- Orka's debut appearance in Sub-Mariner #23 (March 1970). Art by Marie Severin.

Publication information
- Publisher: Marvel Comics
- First appearance: Prince Namor, the Sub-Mariner #23 (March 1970)
- Created by: Roy Thomas (writer) Marie Severin (artist)

In-story information
- Alter ego: Orka
- Species: Homo mermanus
- Team affiliations: Heroes for Hire Deep Six Brand Corporation Defenders of the Deep
- Partnerships: Warlord Krang Virago
- Notable aliases: Killer Whale
- Abilities: Superhuman strength, speed, agility, stamina, size and durability Superhuman swimming speed Ability to breathe both on land and in water Able to communicate with and summon killer whales via high-pitched whistles Orca-based empowerment Formerly: Land adaptation via belt

= Orka (character) =

Fictional comic book character

Orka is a fictional character appearing in American comic books published by Marvel Comics. The character was created by Roy Thomas and Marie Severin, and has a killer whale theme. Orka primarily appears as a villain fighting the Avengers, the Fantastic Four, She-Hulk, and the Defenders, and also appears as a member of Heroes for Hire.

==Publication history==

Orka first appears in Prince Namor, the Sub-Mariner #23 (March 1970) and was created by Roy Thomas and Marie Severin.

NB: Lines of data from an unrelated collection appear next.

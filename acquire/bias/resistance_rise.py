"""A winding's temperature from its resistance (the resistance method), and when it has settled.

A copper winding's resistance is proportional to (T + 234.5 °C), 234.5 °C being the
temperature at which copper's resistance would extrapolate to zero (IEC 60076-2, the
resistance method for the temperature rise of windings; from memory). So, from a resistance
``r_cold`` at a known temperature ``t_cold`` and a resistance ``r_hot`` later,

    T_hot = r_hot / r_cold · (234.5 + t_cold) − 234.5,      rise = T_hot − t_ambient.

The value agrees with copper's temperature coefficient at 20 °C, 1/(234.5 + 20) = 0.00393 /K
(IEC 60028), which :mod:`acquire.production.dc_resistance` uses.
"""

from __future__ import annotations

import numpy as np

from acquire.errors import BiasError

#: °C: the temperature at which copper's resistance extrapolates to zero (IEC 60076-2).
COPPER_ZERO = 234.5


def winding_temperature(
    r_hot: np.ndarray | float,
    r_cold: float,
    t_cold: float,
    zero: float = COPPER_ZERO,
) -> np.ndarray:
    """The winding's mean temperature (°C) when its resistance is ``r_hot``."""
    if not (r_cold > 0 and np.isfinite(r_cold)):
        raise BiasError("the cold resistance must be a positive number of ohm")
    return np.asarray(r_hot, dtype=float) / r_cold * (zero + t_cold) - zero


def temperature_rise(
    r_hot: np.ndarray | float,
    r_cold: float,
    t_cold: float,
    t_ambient: float,
    zero: float = COPPER_ZERO,
) -> np.ndarray:
    """The winding's rise above the ambient (K) when its resistance is ``r_hot``."""
    return winding_temperature(r_hot, r_cold, t_cold, zero) - t_ambient


def _last_window(times: np.ndarray, rises: np.ndarray, window: float) -> tuple[np.ndarray, ...]:
    keep = times >= times[-1] - window
    return times[keep], rises[keep]


def has_settled(times: np.ndarray, rises: np.ndarray, window: float, tolerance: float) -> bool:
    """Whether the rise's straight-line trend over the last ``window`` seconds changes it by at
    most ``tolerance`` (K).

    Needs readings spanning at least the window. The trend is the least-squares slope of the
    readings in the window, times the window: unlike the spread of the readings (which grows
    with their noise however still the winding is), its noise shrinks as √(12/n)·σ with n
    readings of noise σ, so more readings in the window settle a noisy winding. A first-order
    warming approaches its end value exponentially: a window at least as long as the part's
    thermal time constant leaves a remaining rise of at most about the tolerance (common
    practice, no published source).
    """
    times = np.asarray(times, dtype=float)
    rises = np.asarray(rises, dtype=float)
    if times.size < 3 or times[-1] - times[0] < window:
        return False
    t, r = _last_window(times, rises, window)
    if t.size < 3 or np.ptp(t) == 0:
        return False
    slope = np.polyfit(t - t.mean(), r, 1)[0]
    return bool(abs(slope) * window <= tolerance)


def settled_rise(times: np.ndarray, rises: np.ndarray, window: float) -> float:
    """The rise at the last reading, from the straight line fitted over the last ``window``
    seconds (less noisy than the last reading alone)."""
    times = np.asarray(times, dtype=float)
    rises = np.asarray(rises, dtype=float)
    t, r = _last_window(times, rises, window)
    if t.size < 2 or np.ptp(t) == 0:
        return float(rises[-1])
    slope, level = np.polyfit(t - t.mean(), r, 1)
    return float(level + slope * (t[-1] - t.mean()))


def current_for_rise(current: float, rise: float, target: float) -> float:
    """The next current to try so that the settled rise becomes ``target``.

    The heat is I²·R, so the rise grows about as the square of the current: I·√(target/rise).
    (Copper's resistance grows with the heat too, so this undershoots slightly; a search
    repeats it until the rise is within its tolerance.)
    """
    if not (current > 0 and rise > 0 and target > 0):
        raise BiasError("current, rise and target must be positive")
    return float(current * np.sqrt(target / rise))
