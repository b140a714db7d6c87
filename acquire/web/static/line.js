// The line overview refreshes its main part every few seconds (the page's data-refresh).
// The server sends the part as HTML with every name already escaped.
(function () {
  "use strict";
  var seconds = parseFloat(document.body.getAttribute("data-refresh")) || 2;
  var main = document.getElementById("main");
  function refresh() {
    fetch("/part", { cache: "no-store" })
      .then(function (reply) { return reply.text(); })
      .then(function (html) {
        main.innerHTML = html;
        document.body.classList.remove("stale");
      })
      .catch(function () { document.body.classList.add("stale"); })
      .finally(function () { window.setTimeout(refresh, seconds * 1000); });
  }
  window.setTimeout(refresh, seconds * 1000);
})();
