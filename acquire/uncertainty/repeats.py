"""Type A evaluation from repeated readings (JCGM 100:2008 4.2).

The best estimate of a quantity read ``r`` times is the arithmetic mean (4.2.1); the standard
uncertainty of that mean is the experimental standard deviation of the readings over ``√r``
(4.2.2, 4.2.3), taken for the real and the imaginary part separately, together with their
covariance (5.2.3) when asked.
"""

from __future__ import annotations

import numpy as np

from acquire.errors import InputError


def mean_of_repeats(readings, covariance: bool = False) -> tuple[np.ndarray, np.ndarray | None]:
    """Mean and its standard uncertainty from ``readings`` of shape ``(r, n)`` (r repeats).

    Returns ``(mean, u)`` with ``mean`` complex of shape ``(n,)`` and ``u`` of shape ``(n, 2)``
    (of R and of X, ohm), or with ``covariance`` the ``(n, 2, 2)`` covariance of the mean. ``u``
    is None for a single reading (``r = 1``): then use the meter's stated repeatability
    (:func:`acquire.uncertainty.accuracy.repeatability`).
    """
    z = np.asarray(readings, dtype=complex)
    if z.ndim != 2 or z.shape[0] < 1:
        raise InputError(f"give readings as an array of shape (repeats, points), not {z.shape}")
    mean = z.mean(axis=0)
    r = z.shape[0]
    if r == 1:
        return mean, None
    parts = np.stack([z.real, z.imag], axis=-1)  # (r, n, 2)
    dev = parts - parts.mean(axis=0)
    cov = np.einsum("rni,rnj->nij", dev, dev) / (r - 1) / r
    if covariance:
        return mean, cov
    return mean, np.sqrt(np.diagonal(cov, axis1=1, axis2=2))
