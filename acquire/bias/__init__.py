"""Power chokes: inductance under DC bias, saturation current, temperature-rise current.

Pure functions on numpy arrays in SI units (ampere, henry, ohm, kelvin, degrees Celsius):

- :mod:`~acquire.bias.saturation`: the current at which the inductance has dropped by a stated
  fraction from its zero-bias value, by monotone (piecewise-linear) interpolation of a measured
  curve, never beyond the measured range;
- :mod:`~acquire.bias.energy`: the energy a biased inductor stores, ½·L·I²;
- :mod:`~acquire.bias.resistance_rise`: a winding's temperature rise by the resistance method;
- :mod:`~acquire.bias.rated`: the rated current, the lower of the saturation current and the
  temperature-rise current, and which one limits it.
"""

==Fictional character biography==
Orka is originally an Atlantean soldier in the army of Warlord Krang who aids the renegade Krang when he attempts to usurp the Atlantean throne from Namor. When this attempt fails, Orka goes into exile from Atlantis with Krang. Orka is then chosen to be the test subject of Lemuel Dorcas, the marine scientist who created Tiger Shark, one of Namor's arch foes. Courtesy of a belt with a psionic amplifier, Orka is given the power of an orca and aids Krang once more against Namor. Orka skirmishes with Tiger Shark, causing an undersea avalanche that buries them for several months.

Orka eventually escapes and allies with the other-dimensional Virago, and after battling Namor twice is defeated. The Brand Corporation (a subsidiary of Roxxon Energy Corporation) summon Orka with the aid of the Serpent Crown and augment his abilities, allowing him to use his powers without his belt. Orka is sent on a mission that brings him into conflict with superhero team the Avengers, with Thor knocking him unconscious.

When the Atlantean barbarian Attuma takes over Atlantis, Orka is pardoned from his exile and joins the Imperial Army. Part of an invasion force that attacks the surface world, Orka battles the Avengers and the Fantastic Four, but is defeated by heroine She-Hulk and the Black Panther and imprisoned.

Orka escapes imprisonment and joins marine team Deep Six (also consisting of Attuma, Nagala, Piranha, Sea Urchin and Tiger Shark). The group attack the United States and battles the Avengers and the People's Protectorate and are eventually defeated.

Orka features in several other Marvel titles such as Fantastic Four, She-Hulk, and The Defenders. After the events of "Civil War", Orka features in the title Heroes for Hire and joins the team (also falling in love with fellow member Misty Knight). Orka is killed in combat by a Doombot reprogrammed by the Headmen.

During the "Dark Reign" storyline, Orka is seen in Erebus gambling for his resurrection. He is later seen on Pluto's jury (alongside Abomination, Armless Tiger Man, Artume, Baron Heinrich Zemo, Commander Kraken, Iron Monger, Jack O'Lantern, Kyknos, Nessus, Scourge of the Underworld, and Veranke) at the trial of Zeus.

Orka turns up alive and is imprisoned in the Cellar by soldiers working for Regent's company Empire Unlimited.

Orka later appears as a member of Namor's Defenders of the Deep.

==Powers and abilities==
Orka is an exceptionally strong Atlantean, who courtesy of Doctor Dorcas' enhancements Orka has superhuman strength, speed, stamina, durability, and agility. Orka originally wore a belt which by psionic means provided the added power of an orca to his already considerable strength. The belt also allowed Orka to survive for indefinite periods on land, although he still loses strength due to dehydration. Using surgical and electrochemical enhancements, the Brand Corporation augmented Orka's natural abilities, which allowed him to retain his strength without the use of the belt. The experimentation also increased Orka's size, resilience and endurance, but at the cost of reduced intelligence. Orka can communicate with and summon orcas through high-pitched whistles; so long as there are orcas in his vicinity, Orka's physical abilities increase several time over. He can also swim at superhuman speeds.
==In other media==
Orka appears in the Avengers Assemble episode "King Breaker", voiced by Roger Craig Smith.